▼

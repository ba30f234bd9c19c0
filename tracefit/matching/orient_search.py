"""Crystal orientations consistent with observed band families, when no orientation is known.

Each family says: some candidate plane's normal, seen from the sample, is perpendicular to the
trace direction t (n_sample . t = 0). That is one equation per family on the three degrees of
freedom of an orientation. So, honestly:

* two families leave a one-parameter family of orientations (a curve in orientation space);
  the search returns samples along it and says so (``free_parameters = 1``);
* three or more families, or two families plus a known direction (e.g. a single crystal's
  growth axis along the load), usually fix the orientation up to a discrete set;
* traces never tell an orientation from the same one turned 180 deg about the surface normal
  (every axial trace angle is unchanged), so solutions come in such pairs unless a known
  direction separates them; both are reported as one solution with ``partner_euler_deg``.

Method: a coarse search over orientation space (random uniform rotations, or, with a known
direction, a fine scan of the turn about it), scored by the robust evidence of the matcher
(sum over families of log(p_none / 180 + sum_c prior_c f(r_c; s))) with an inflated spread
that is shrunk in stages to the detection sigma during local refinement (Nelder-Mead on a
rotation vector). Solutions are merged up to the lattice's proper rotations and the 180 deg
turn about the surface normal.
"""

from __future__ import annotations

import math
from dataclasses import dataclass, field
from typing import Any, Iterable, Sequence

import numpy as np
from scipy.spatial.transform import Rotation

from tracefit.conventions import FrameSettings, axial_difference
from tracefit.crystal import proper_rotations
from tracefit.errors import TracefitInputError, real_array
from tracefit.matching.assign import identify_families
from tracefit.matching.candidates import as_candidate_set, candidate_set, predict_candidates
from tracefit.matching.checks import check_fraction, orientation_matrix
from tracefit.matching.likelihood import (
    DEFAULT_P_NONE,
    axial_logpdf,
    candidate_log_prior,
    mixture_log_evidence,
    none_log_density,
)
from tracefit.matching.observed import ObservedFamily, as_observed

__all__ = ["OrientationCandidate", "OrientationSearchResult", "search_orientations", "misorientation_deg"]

▲

What needs to be done — Please write out, exactly as they appear above, only the lines in the stretch from the line with "trace direction t" through the line with "the search returns".

Task result —
trace direction t (n_sample . t = 0). That is one equation per family on the three degrees of
freedom of an orientation. So, honestly:

* two families leave a one-parameter family of orientations (a curve in orientation space);
  the search returns samples along it and says so (``free_parameters = 1``);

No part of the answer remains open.